Falon Ljunggren studied at the Yokohama College of Commerce in Yokohama, Japan from March 25, 2015 to August 1, 2015. While there she took a course in capital markets and financial engineering from the Japanese perspective and two Japanese language courses. These classes taught her that economics are similar around the world but each culture has a unique perspective on what can help their country and that the Japanese language is extremely complex.  While attending class she would work with the college’s SIEP program (summer intensive English program) and English department as a student teacher. She helped teach English classes and attended as a guest proctor during final presentations. Along with this she would help tutor students who wished for further practice in their English. During her free time she would travel to historical and modern sites to learn about the art the area provided and observe how people interacted with it. Since her return, she is considering getting certified as an ESL teacher and taking up teaching as a second job while working towards a career in music.  

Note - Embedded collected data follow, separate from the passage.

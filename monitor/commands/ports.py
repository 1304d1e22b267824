"""`tunetrace ports`: the serial ports on this machine, from pyserial's port listing."""

from __future__ import annotations

import argparse
import json


def add_arguments(parser: argparse.ArgumentParser) -> None:
    parser.add_argument("--json", action="store_true", help="print a JSON list")
    parser.add_argument("--all", action="store_true",
                        help="include ports without a description (legacy ttyS* ports)")


def port_rows(include_all: bool = False) -> list[dict[str, str]]:
    """One dict per port: device, description, usb_id (VID:PID), serial, maker, location."""
    from serial.tools import list_ports

    rows = []
    for port in sorted(list_ports.comports(include_links=True), key=lambda p: p.device):
        if not include_all and port.description in ("", "n/a") and port.vid is None:
            continue
        rows.append({
            "device": port.device,
            "description": "" if port.description == "n/a" else port.description,
            "usb_id": f"{port.vid:04X}:{port.pid:04X}" if port.vid is not None else "",
            "serial": port.serial_number or "",
            "maker": port.manufacturer or "",
            "location": port.location or "",
        })
    return rows


def format_table(rows: list[dict[str, str]]) -> str:
    """The rows as an aligned text table."""
    heads = {"device": "PORT", "description": "DESCRIPTION", "usb_id": "USB ID",
             "serial": "SERIAL", "maker": "MAKER", "location": "LOCATION"}
    widths = {k: max(len(h), *(len(r[k]) for r in rows)) for k, h in heads.items()}
    lines = ["  ".join(h.ljust(widths[k]) for k, h in heads.items()).rstrip()]
    for r in rows:
        lines.append("  ".join(r[k].ljust(widths[k]) for k in heads).rstrip())
    return "\n".join(lines)


def run(args: argparse.Namespace) -> int:
    rows = port_rows(args.all)
    if args.json:
        print(json.dumps(rows, indent=2))
    elif rows:
        print(format_table(rows))
    else:
        print("No serial ports found. Plug the board in (or try --all); "
              "sim:// runs the simulated board.")
    return 0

Community Engagement Experience
CEE Title: 
Cry Like a Man, Throw Like a Woman

Cry Like a Man, Throw Like a Woman” took place on November 12, 2015 at 7:00pm. We began the night by welcoming everyone and introducing ourselves as well as our facilitators. From there we spoke a bit about our experience abroad and what we took form it. After that we invited the Pitt improvers, an improv team on campus to come up front and perform. They took words from the audience that dealt with stereotypes and created a reversed role skit. Following this we introduced our first video clip and began the main event. Two of the videos dealt with gender roles and stereotypes for men, two for women, and one that dealt with both at the same time.  There were five videos in total and after each one, we had two questions to promote conversation. The facilitators, which included our team, were there to promote conversation as well. The smaller, round table groups promoted students to speak about not only the videos and what they thought, but how the subject matter of the video played out in their own lives. Many of the female students commented that they did not realize the problems men faced and were surprised at how they played into creating the stereotypes and male role. These students, as well as some faculty, vowed to change how it was they interacted with men and young boys.  At the end we left it open for people to speak out to room and thanked them for their time.